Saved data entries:
- - - - -

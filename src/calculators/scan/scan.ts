/** What a scan may hold at most. Larger ones are refused, not cut. */
export const SCAN_LIMITS = {
  bytes: 32_000_000,
  points: 200_000,
  columns: 64,
  lineLength: 4000,
} as const;

export type FrequencyUnit = "hz" | "khz" | "mhz" | "ghz";
export type LevelUnit = "dbm" | "dbuv";

/** A unit that the text names, or one that its numbers suggest, which the user should confirm. */
export interface UnitGuess<Unit> {
  readonly unit: Unit;
  readonly isNamed: boolean;
}

/** Rising frequencies, each once, and the level at each, in the unit that goes with them. */
export interface ScanPoints {
  readonly frequencyMhz: Float64Array;
  readonly level: Float64Array;
}

/** How many lines gave no point of their own, by reason. */
export interface SkippedLines {
  blank: number;
  comment: number;
  /** Before the first line with two numbers: names of columns, settings. */
  preamble: number;
  /** After it: a number is missing, or is none. */
  unreadable: number;
  /** No frequency above 0, or a level beyond ±300. */
  outOfRange: number;
  /** A frequency that was there already; the higher level stays. */
  duplicate: number;
}

export type ScanProblemCode =
  | "too-large"
  | "empty"
  | "not-text"
  | "line-too-long"
  | "too-many-columns"
  | "no-numbers"
  | "one-column"
  /** More than two columns of numbers, and no names that tell frequency and level. */
  | "which-columns"
  /** Commas between the columns and inside the numbers cannot be told apart. */
  | "ambiguous-commas"
  | "too-many-points"
  | "too-few-points";

export interface ScanProblem {
  readonly kind: "problem";
  readonly code: ScanProblemCode;
  /** Where it was met, from 1; null where it is the text as a whole. */
  readonly line: number | null;
}

export type ScanReading =
  | {
      readonly kind: "ok";
      readonly points: ScanPoints;
      readonly frequencyUnit: UnitGuess<FrequencyUnit>;
      readonly levelUnit: UnitGuess<LevelUnit>;
      readonly skipped: Readonly<SkippedLines>;
    }
  | ScanProblem;
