/** Points as they were read: the first `count` places hold them. */
export interface ReadPoints {
  readonly frequencies: Float64Array;
  readonly levels: Float64Array;
  readonly count: number;
}

/**
 * The points by rising frequency, each frequency once with the highest of its levels: a carrier that
 * one of two overlapping sweeps has seen must stay.
 */
export function sortedPoints({ frequencies, levels, count }: ReadPoints): {
  readonly frequencies: Float64Array;
  readonly levels: Float64Array;
  readonly duplicateCount: number;
} {
  const order = orderOf(frequencies.subarray(0, count));
  const sorted = new Float64Array(count);
  const highest = new Float64Array(count);
  let kept = 0;
  for (const place of order) {
    const frequency = frequencies[place] ?? Number.NaN;
    const level = levels[place] ?? Number.NaN;
    const previous = kept - 1;
    if (sorted[previous] === frequency) {
      highest[previous] = Math.max(highest[previous] ?? level, level);
    } else {
      sorted[kept] = frequency;
      highest[kept] = level;
      kept += 1;
    }
  }
  return {
    frequencies: sorted.slice(0, kept),
    levels: highest.slice(0, kept),
    duplicateCount: count - kept,
  };
}

/** The places in the order of their values; most scans rise or fall, which takes no sorting. */
function orderOf(values: Float64Array): Uint32Array {
  const order = Uint32Array.from(values, (_, place) => place);
  const at = (place: number) => values[place] ?? Number.NaN;
  const isMonotone = (sign: number) => {
    for (let place = 1; place < values.length; place += 1)
      if (sign * at(place - 1) > sign * at(place)) return false;
    return true;
  };
  if (isMonotone(1)) return order;
  return isMonotone(-1) ? order.reverse() : order.sort((one, two) => at(one) - at(two));
}
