import { cellsOf, numberIn } from "./cells.ts";
import { COMMENT, formatOf, type LineFormat } from "./line-format.ts";
import {
  SCAN_LIMITS,
  type ScanProblem,
  type ScanProblemCode,
  type ScanReading,
  type SkippedLines,
} from "./scan.ts";
import { type ReadPoints, sortedPoints } from "./sorted-points.ts";
import { frequencyUnitOf, levelUnitOf, PER_MHZ } from "./units.ts";

/** Reads a scan piece by piece, so that a worker can tell how far it is and stop in between. */
export interface ScanReader {
  /** Takes the next piece, of any length; false once a problem stands, when more is of no use. */
  readonly take: (slice: string) => boolean;
  /** What came of it all; to be called once, after the last piece. */
  readonly end: () => ScanReading;
}

/** Lines by which the format is told: enough for any preamble, few enough to try eight formats. */
const SAMPLE_LINES = 200;
/** Control characters that no text has; a file in a two-byte encoding is full of zeros. */
const NOT_TEXT = /\p{Cc}(?<!\s)/u;
const LEVEL_LIMIT = 300;
/** The highest frequency of the Radio Regulations in the smallest unit. [Hz] */
const FREQUENCY_LIMIT = 3e12;

/**
 * Begins to read delimited text with two columns of numbers, frequency and level. Delimiter, decimal
 * mark, order of the columns and units are told from the text. Never throws, whatever the text holds.
 * A byte order mark needs no care: it counts as a blank.
 *
 * @param byteCount  Size of the whole text, told beforehand: too large a one is not begun
 */
export function scanReader(byteCount: number): ScanReader {
  const skipped: SkippedLines = {
    blank: 0,
    comment: 0,
    preamble: 0,
    unreadable: 0,
    outOfRange: 0,
    duplicate: 0,
  };
  const sample: { readonly text: string; readonly line: number }[] = [];
  let problem: ScanProblem | null = null;
  let format: LineFormat | null = null;
  let frequencies = new Float64Array(1024);
  let levels = new Float64Array(1024);
  let count = 0;
  let line = 0;
  let pending = "";

  const fail = (code: ScanProblemCode, at: number | null): void => {
    problem ??= { kind: "problem", code, line: at };
  };
  if (!(byteCount <= SCAN_LIMITS.bytes)) fail("too-large", null);

  function settleFormat(): void {
    const settled = formatOf(sample.map(({ text }) => text));
    if (typeof settled === "string") {
      fail(sample.length === 0 ? "empty" : settled, null);
      return;
    }
    format = settled;
    for (const { text, line: at } of sample) takeRow(text, at, settled);
  }

  function takeRow(text: string, at: number, known: LineFormat): void {
    if (COMMENT.test(text)) {
      skipped.comment += 1;
      return;
    }
    const cells = cellsOf(text, known.delimiter);
    const frequency = numberIn(cells[known.frequencyColumn] ?? "", known.decimal);
    const level = numberIn(cells[known.levelColumn] ?? "", known.decimal);
    if (Number.isNaN(frequency) || Number.isNaN(level)) {
      skipped[count === 0 ? "preamble" : "unreadable"] += 1;
    } else if (!(frequency > 0 && frequency <= FREQUENCY_LIMIT && Math.abs(level) <= LEVEL_LIMIT)) {
      skipped.outOfRange += 1;
    } else if (count === SCAN_LIMITS.points) {
      fail("too-many-points", at);
    } else {
      if (count === frequencies.length) {
        frequencies = grown(frequencies);
        levels = grown(levels);
      }
      frequencies[count] = frequency;
      levels[count] = level;
      count += 1;
    }
  }

  function takeLine(text: string, isSuspect: boolean): void {
    line += 1;
    // Only as far as a line that goes on would be looked at, however the text is cut into pieces.
    if (isSuspect && NOT_TEXT.test(text.slice(0, SCAN_LIMITS.lineLength + 1)))
      fail("not-text", line);
    else if (text.length > SCAN_LIMITS.lineLength) fail("line-too-long", line);
    else if (text.trim() === "") skipped.blank += 1;
    else if (format !== null) takeRow(text, line, format);
    else {
      sample.push({ text, line });
      if (sample.length === SAMPLE_LINES) settleFormat();
    }
  }

  /** Takes all lines that have ended; one that may go on waits, but not for ever. */
  function takeText(text: string): void {
    const isSuspect = NOT_TEXT.test(text);
    const lines = text.split("\n");
    pending = lines.pop() ?? "";
    for (const one of lines) {
      if (problem !== null) return;
      takeLine(one, isSuspect);
    }
    if (problem === null && pending.length > SCAN_LIMITS.lineLength) takeLine(pending, isSuspect);
  }

  return {
    take(slice) {
      if (problem !== null) return false;
      const text = pending + slice;
      // A carriage return at the end may be the first half of a line's end.
      const isHalf = text.endsWith("\r");
      takeText((isHalf ? text.slice(0, -1) : text).replace(/\r\n?/g, "\n"));
      if (isHalf) pending += "\r";
      return problem === null;
    },
    end() {
      if (problem === null && pending !== "") takeLine(pending.replace("\r", ""), true);
      if (problem === null && format === null) settleFormat();
      if (problem !== null || format === null) {
        return problem ?? { kind: "problem", code: "empty", line: null };
      }
      return readingOf(format, { frequencies, levels, count }, skipped);
    },
  };
}

function grown(values: Float64Array): Float64Array<ArrayBuffer> {
  const larger = new Float64Array(Math.min(values.length * 2, SCAN_LIMITS.points));
  larger.set(values);
  return larger;
}

function readingOf(format: LineFormat, read: ReadPoints, skipped: SkippedLines): ScanReading {
  const { frequencies, levels, duplicateCount } = sortedPoints(read);
  const highest = frequencies.at(-1);
  if (highest === undefined || frequencies.length < 2)
    return { kind: "problem", code: "too-few-points", line: null };
  const frequencyUnit = frequencyUnitOf(format, highest);
  const perMhz = PER_MHZ[frequencyUnit.unit];
  const negativeShare = levels.filter((level) => level < 0).length / levels.length;
  return {
    kind: "ok",
    points: { frequencyMhz: frequencies.map((value) => value / perMhz), level: levels },
    frequencyUnit,
    levelUnit: levelUnitOf(format, negativeShare),
    skipped: { ...skipped, duplicate: duplicateCount },
  };
}
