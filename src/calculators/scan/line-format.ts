import { cellsOf, type DecimalMark, type Delimiter, numberIn } from "./cells.ts";
import { SCAN_LIMITS, type ScanProblemCode } from "./scan.ts";

/** How the lines of a scan are to be read. */
export interface LineFormat {
  readonly delimiter: Delimiter;
  readonly decimal: DecimalMark;
  readonly frequencyColumn: number;
  readonly levelColumn: number;
  /** The lines before the first row, the nearest first; comment marks included. */
  readonly preamble: readonly string[];
  readonly firstRow: string;
}

/** Of equally good ones the first is taken. Quotes let a comma stand for both. */
const MARKS: readonly (readonly [Delimiter, DecimalMark])[] = [
  [";", "."],
  [";", ","],
  ["\t", "."],
  ["\t", ","],
  [",", "."],
  [",", ","],
  [" ", "."],
  [" ", ","],
];

export const COMMENT = /^\s*(?:#|\/\/|%|!)/;

/** What columns are called, the surer word first. */
const FREQUENCY_NAMES = [/freq/i, /(?<![a-z])[kmg]?hz(?![a-z])/i];
const LEVEL_NAMES = [/level|power|ampl|magn|signal|rssi/i, /db/i];

/** Two columns of whole numbers, or one with decimal commas: only names above them can tell. */
const WHOLE_BY_COMMA = /^\s*\d+,\d+\s*$/;

/** One way to read the sample. */
interface Reading {
  readonly delimiter: Delimiter;
  readonly decimal: DecimalMark;
  /** Columns that hold a number in at least half of the lines that hold two. */
  readonly numeric: readonly number[];
  /** Places in the sample of the lines that hold numbers in two of these. */
  readonly rows: readonly number[];
  readonly cellCount: number;
}

/**
 * How to read the lines of which these are the first, or why that cannot be told.
 *
 * @param sample  Lines that are not blank, comments among them
 */
export function formatOf(sample: readonly string[]): LineFormat | ScanProblemCode {
  const readings = MARKS.map(([delimiter, decimal]) => readWith(sample, delimiter, decimal));
  const best = readings.reduce((one, next) => (isBetter(next, one) ? next : one));
  const { delimiter, decimal, rows } = best;
  const [first] = rows;
  if (first === undefined) {
    const isNumber = (line: string) =>
      !Number.isNaN(numberIn(line, ".")) || !Number.isNaN(numberIn(line, ","));
    return sample.some(isNumber) ? "one-column" : "no-numbers";
  }
  if (best.cellCount > SCAN_LIMITS.columns) return "too-many-columns";
  const preamble = sample.slice(0, first).reverse();
  const columns = columnsOf(best, preamble[0] ?? "");
  const texts = rows.map((place) => sample[place] ?? "");
  if (columns === null) {
    const isByComma = delimiter === "," && texts.every((text) => !text.includes("."));
    return isByComma ? "ambiguous-commas" : "which-columns";
  }
  const isWhole = delimiter === "," && texts.every((text) => WHOLE_BY_COMMA.test(text));
  if (isWhole && cellsOf(preamble[0] ?? "", delimiter).length < 2) return "ambiguous-commas";
  return { delimiter, decimal, ...columns, preamble, firstRow: sample[first] ?? "" };
}

function readWith(sample: readonly string[], delimiter: Delimiter, decimal: DecimalMark): Reading {
  const lines: { place: number; columns: number[] }[] = [];
  let cellCount = 0;
  sample.forEach((line, place) => {
    if (COMMENT.test(line)) return;
    const cells = cellsOf(line, delimiter);
    const columns = [...cells.keys()].filter(
      (column) => !Number.isNaN(numberIn(cells[column] ?? "", decimal)),
    );
    if (columns.length < 2) return;
    lines.push({ place, columns });
    cellCount = Math.max(cellCount, cells.length);
  });
  const has = (column: number) => lines.filter(({ columns }) => columns.includes(column)).length;
  const numeric = Array.from({ length: cellCount }, (_, column) => column).filter(
    (column) => has(column) * 2 >= lines.length,
  );
  const rows = lines
    .filter(({ columns }) => columns.filter((column) => numeric.includes(column)).length > 1)
    .map(({ place }) => place);
  return { delimiter, decimal, numeric, rows, cellCount };
}

/** More rows are better; as many with fewer columns too: "470,5 -90,2" also looks like three by comma. */
function isBetter(one: Reading, two: Reading): boolean {
  if (one.rows.length !== two.rows.length) return one.rows.length > two.rows.length;
  return one.cellCount < two.cellCount;
}

/** Which column is which: of two, frequency stands first unless the names say otherwise. */
function columnsOf(
  { delimiter, numeric, cellCount }: Reading,
  header: string,
): { frequencyColumn: number; levelColumn: number } | null {
  const [first, second] = numeric;
  if (first === undefined || second === undefined) return null;
  if (numeric.length === 2) {
    const level = placeOf(header, LEVEL_NAMES);
    const isSwapped = level >= 0 && level < placeOf(header, FREQUENCY_NAMES);
    return isSwapped
      ? { frequencyColumn: second, levelColumn: first }
      : { frequencyColumn: first, levelColumn: second };
  }
  const names = cellsOf(header, delimiter);
  if (names.length !== cellCount) return null;
  const frequencyColumn = theOnly(FREQUENCY_NAMES, names, numeric);
  const levelColumn = theOnly(LEVEL_NAMES, names, numeric);
  if (frequencyColumn === null || levelColumn === null || frequencyColumn === levelColumn)
    return null;
  return { frequencyColumn, levelColumn };
}

/** Where a text has the surest of some words that it has; -1 for none. */
function placeOf(text: string, patterns: readonly RegExp[]): number {
  return patterns.map((pattern) => text.search(pattern)).find((place) => place >= 0) ?? -1;
}

/** The one column whose name has one of the words; null where there is none, or several. */
function theOnly(
  patterns: readonly RegExp[],
  names: readonly string[],
  columns: readonly number[],
): number | null {
  for (const pattern of patterns) {
    const named = columns.filter((column) => pattern.test(names[column] ?? ""));
    if (named.length > 0) return named.length === 1 ? (named[0] ?? null) : null;
  }
  return null;
}
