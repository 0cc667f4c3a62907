"""Grades of streams: a sample is one value over the days it covers; rules stand in for the rest."""

from __future__ import annotations

from typing import TYPE_CHECKING

from recon.ingest.chain import convert
from recon.ingest.decided import decide, in_canonical
from recon.ingest.estimates import stand_in
from recon.ingest.inputs import say_estimate
from recon.ingest.meters import running
from recon.ingest.reading import Reading, together
from recon.ingest.sources import shared_pulls

if TYPE_CHECKING:
    from datetime import date

    from recon.declare.site import Instrument
    from recon.ingest.context import Context
    from recon.ingest.inputs import Inputs
    from recon.ingest.laboratory import Laboratory, Sample


def assayed(context: Context, inputs: Inputs, laboratory: Laboratory, tag: str) -> list[Reading]:
    """
    Give the grades one instrument knows, sample by sample, then those that stand in by its rule.

    A sample of days on which the stream stood speaks of the others only; where it stood on all of
    them the sample is set aside with a finding.
    """
    found = []
    told: set[date] = set()
    for sample in laboratory.samples(tag):
        instrument = context.version(sample.day).instrument.get(tag)
        if instrument is None or instrument.quantity is None:
            continue
        reading = _of_sample(context, inputs, instrument, sample)
        if reading is not None:
            told.update(day for day, _ in reading.days)
            found.append(reading)
    for day in context.days:
        instrument = context.version(day).instrument.get(tag)
        if instrument is None or instrument.quantity is None or day in told:
            continue
        reading = _standing_in(context, inputs, laboratory, instrument, day)
        if reading is not None:
            found.append(reading)
    return found


def _of_sample(
    context: Context, inputs: Inputs, instrument: Instrument, sample: Sample
) -> Reading | None:
    runs = {d: running(context, instrument.stream, d) for d, _ in sample.hours}
    days = tuple(
        (d, runs[d].hours * min(1.0, h / context.hours(d)))
        for d, h in sample.hours
        if not runs[d].stands
    )
    if not days:
        context.find(
            "assay-while-standing",
            instrument.tag,
            f"{instrument.tag}, sample {sample.document}: {sample.value:g} {instrument.unit} for "
            f"{sample.day}, but stream {instrument.stream} stood all of that time; the sample is "
            "set aside. Check the sample's label or the run signal.",
            day=sample.day,
            evidence=(("document", sample.document),),
        )
        return None
    day = days[-1][0]
    decided = decide(context, instrument.tag, day, sample.value)
    if decided.raw is None:
        return None
    converted = convert(context, instrument, day, decided.raw, lambda t: inputs.on(t, day))
    if converted is None:
        return None
    kept = dict(days)
    increments = tuple(
        n for n, (d, _) in zip(sample.increments, sample.hours, strict=False) if d in kept
    )
    return Reading(
        tag=instrument.tag,
        day=day,
        document=sample.document,
        raw=decided.raw,
        value=converted.value,
        days=days,
        pulls=together(
            (
                *shared_pulls(context, instrument, day, per_unit=converted.per_unit),
                *converted.pulls,
            )
        ),
        estimated=converted.estimated,
        stage=sample.stage,
        shares=increments if sum(increments) > 0 else (),
        evidence=(sample.evidence, *converted.evidence),
        corrections=(
            *in_canonical(decided.corrections, converted.per_unit),
            *converted.corrections,
        ),
        set_aside=decided.set_aside,
        held=decided.held,
    )


def _standing_in(
    context: Context, inputs: Inputs, laboratory: Laboratory, instrument: Instrument, day: date
) -> Reading | None:
    """Give an override, else the estimate rule's value, for a day no sample speaks of."""
    ran = running(context, instrument.stream, day)
    if ran.stands:
        return None
    decided = decide(context, instrument.tag, day, None)
    raw, u = decided.raw, 0.0
    if raw is None:
        if instrument.estimate is None:
            context.find(
                "missing-assay",
                instrument.tag,
                f"{instrument.tag}, {day}: stream {instrument.stream} ran {ran.hours:.1f} h, no "
                "usable result is known, and no estimate rule is declared: no number.",
                day=day,
            )
            return None
        standin = stand_in(instrument.estimate, laboratory.daily(instrument.tag), day)
        if standin is None:
            return None
        raw, u = standin.value, standin.u
        say_estimate(context, instrument, day, raw, u, standin.revisions)
    converted = convert(context, instrument, day, raw, lambda t: inputs.on(t, day))
    if converted is None:
        return None
    return Reading(
        tag=instrument.tag,
        day=day,
        raw=raw,
        value=converted.value,
        days=((day, ran.hours),),
        pulls=together(
            (
                *shared_pulls(context, instrument, day, per_unit=converted.per_unit),
                *converted.pulls,
            )
        ),
        estimated=decided.raw is None,
        estimate_u=u * abs(converted.per_unit),
        evidence=converted.evidence,
        corrections=in_canonical(decided.corrections, converted.per_unit),
        set_aside=decided.set_aside,
        held=decided.held,
    )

- - - - -

• _Problem description_:
Using the data above, reproduce exactly the lines from the line that contains "const level = numberIn(cells[known.levelColumn]" through the line that contains "const isSuspect = NOT_TEXT.test(text);", including both.

• _Solution for this exercise_:
    const level = numberIn(cells[known.levelColumn] ?? "", known.decimal);
    if (Number.isNaN(frequency) || Number.isNaN(level)) {
      skipped[count === 0 ? "preamble" : "unreadable"] += 1;
    } else if (!(frequency > 0 && frequency <= FREQUENCY_LIMIT && Math.abs(level) <= LEVEL_LIMIT)) {
      skipped.outOfRange += 1;
    } else if (count === SCAN_LIMITS.points) {
      fail("too-many-points", at);
    } else {
      if (count === frequencies.length) {
        frequencies = grown(frequencies);
        levels = grown(levels);
      }
      frequencies[count] = frequency;
      levels[count] = level;
      count += 1;
    }
  }

  function takeLine(text: string, isSuspect: boolean): void {
    line += 1;
    // Only as far as a line that goes on would be looked at, however the text is cut into pieces.
    if (isSuspect && NOT_TEXT.test(text.slice(0, SCAN_LIMITS.lineLength + 1)))
      fail("not-text", line);
    else if (text.length > SCAN_LIMITS.lineLength) fail("line-too-long", line);
    else if (text.trim() === "") skipped.blank += 1;
    else if (format !== null) takeRow(text, line, format);
    else {
      sample.push({ text, line });
      if (sample.length === SAMPLE_LINES) settleFormat();
    }
  }

  /** Takes all lines that have ended; one that may go on waits, but not for ever. */
  function takeText(text: string): void {
    const isSuspect = NOT_TEXT.test(text);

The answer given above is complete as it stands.